*Task instructions*: In the listing below, identify each line with the word "variance" and return those lines.

*Information provided*:
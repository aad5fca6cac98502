namespace OutputForge.Stats.Stratified;

/// <summary>
/// The three generalized Cochran-Mantel-Haenszel statistics of an I x J x K table: nonzero
/// correlation (df 1), row mean scores differ (df I - 1) and general association (df (I - 1)(J - 1)).
/// </summary>
public sealed record GeneralizedCmhResult(TestResult NonzeroCorrelation, TestResult RowMeanScores, TestResult GeneralAssociation)
{
    /// <summary>Remarks that apply to all three (skipped strata).</summary>
    public IReadOnlyList<string> Notes { get; init; } = [];
}
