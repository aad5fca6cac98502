namespace OutputForge.Stats.Stratified;

/// <summary>
/// Validation of 2 x 2 x K strata and the choice of the strata that can contribute: a stratum with
/// no subjects, or with no subjects in one of the groups, carries no information on the comparison
/// and is skipped; each skipped stratum is returned as a <see cref="StratumRemark"/> (by its index, for the caller to name).
/// </summary>
internal static class StrataSelection
{
    public static (List<StratumCounts> Used, List<StratumRemark> Remarks) Select(IReadOnlyList<StratumCounts> strata)
    {
        ArgumentNullException.ThrowIfNull(strata);
        var used = new List<StratumCounts>();
        var remarks = new List<StratumRemark>();
        for (int k = 0; k < strata.Count; k++)
        {
            var s = strata[k] ?? throw new ArgumentException($"Stratum {k + 1} is null.", nameof(strata));
            TwoGroupCounts.Validate(s.Events1, s.Total1, s.Events2, s.Total2);
            if (s.N == 0)
            {
                remarks.Add(new StratumRemark(k, StratumRemarkReason.NoSubjects));
            }
            else if (s.Total1 == 0 || s.Total2 == 0)
            {
                remarks.Add(new StratumRemark(k, StratumRemarkReason.EmptyGroup, Group: s.Total1 == 0 ? 1 : 2));
            }
            else
            {
                used.Add(s);
            }
        }
        return (used, remarks);
    }
}
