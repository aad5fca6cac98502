using MathNet.Numerics;

namespace OutputForge.Stats.Stratified;

/// <summary>
/// The Cochran-Mantel-Haenszel test of conditional independence in a 2 x 2 x K table (Cochran 1954,
/// Biometrics 10:417-451; Mantel and Haenszel 1959, J Natl Cancer Inst 22:719-748):
/// X^2 = (sum_k (a_k - E_k))^2 / sum_k V_k with E_k = n1k m1k / N_k and
/// V_k = n1k n2k m1k m2k / (N_k^2 (N_k - 1)), one degree of freedom.
/// With the continuity correction the numerator is (|sum (a_k - E_k)| - 1/2)^2, applied only when
/// |sum (a_k - E_k)| is at least 1/2, as in R's mantelhaen.test (otherwise the correction would
/// overshoot). Strata without subjects in a group are skipped and returned as stratum remarks (a stratum kept therefore
/// has N_k of at least 2, so its variance is defined).
/// </summary>
public static class CochranMantelHaenszelTest
{
    public const string MethodName = "Cochran-Mantel-Haenszel test";
    public const string CorrectedMethodName = "Cochran-Mantel-Haenszel test with continuity correction";

    public static TestResult Compute(IReadOnlyList<StratumCounts> strata, bool continuityCorrection = false)
    {
        string method = continuityCorrection ? CorrectedMethodName : MethodName;
        var (used, remarks) = StrataSelection.Select(strata);
        double deviation = 0;
        double variance = 0;
        int contributing = 0;
        foreach (var s in used)
        {
            double n = s.N;
            deviation += s.A - s.Total1 * (double)s.EventTotal / n;
            variance += s.Total1 * (double)s.Total2 * s.EventTotal * (n - s.EventTotal) / (n * n * (n - 1));
            contributing++;
        }
        if (contributing == 0)
        {
            return TestResult.NotEstimable(method, "no stratum has subjects in both groups") with { StratumRemarks = remarks };
        }
        if (variance <= 0)
        {
            return TestResult.NotEstimable(method, "every stratum has a zero margin (all or no subjects had the event), so the variance is zero") with { StratumRemarks = remarks };
        }
        double numerator = continuityCorrection && Math.Abs(deviation) >= 0.5 ? Math.Abs(deviation) - 0.5 : Math.Abs(deviation);
        double statistic = numerator * numerator / variance;
        double p = SpecialFunctions.GammaUpperRegularized(0.5, statistic / 2);
        return new TestResult(method, statistic, 1, p) { StratumRemarks = remarks };
    }
}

*Task output*:
/// has N_k of at least 2, so its variance is defined).
        double variance = 0;
            variance += s.Total1 * (double)s.Total2 * s.EventTotal * (n - s.EventTotal) / (n * n * (n - 1));
        if (variance <= 0)
            return TestResult.NotEstimable(method, "every stratum has a zero margin (all or no subjects had the event), so the variance is zero") with { StratumRemarks = remarks };
        double statistic = numerator * numerator / variance;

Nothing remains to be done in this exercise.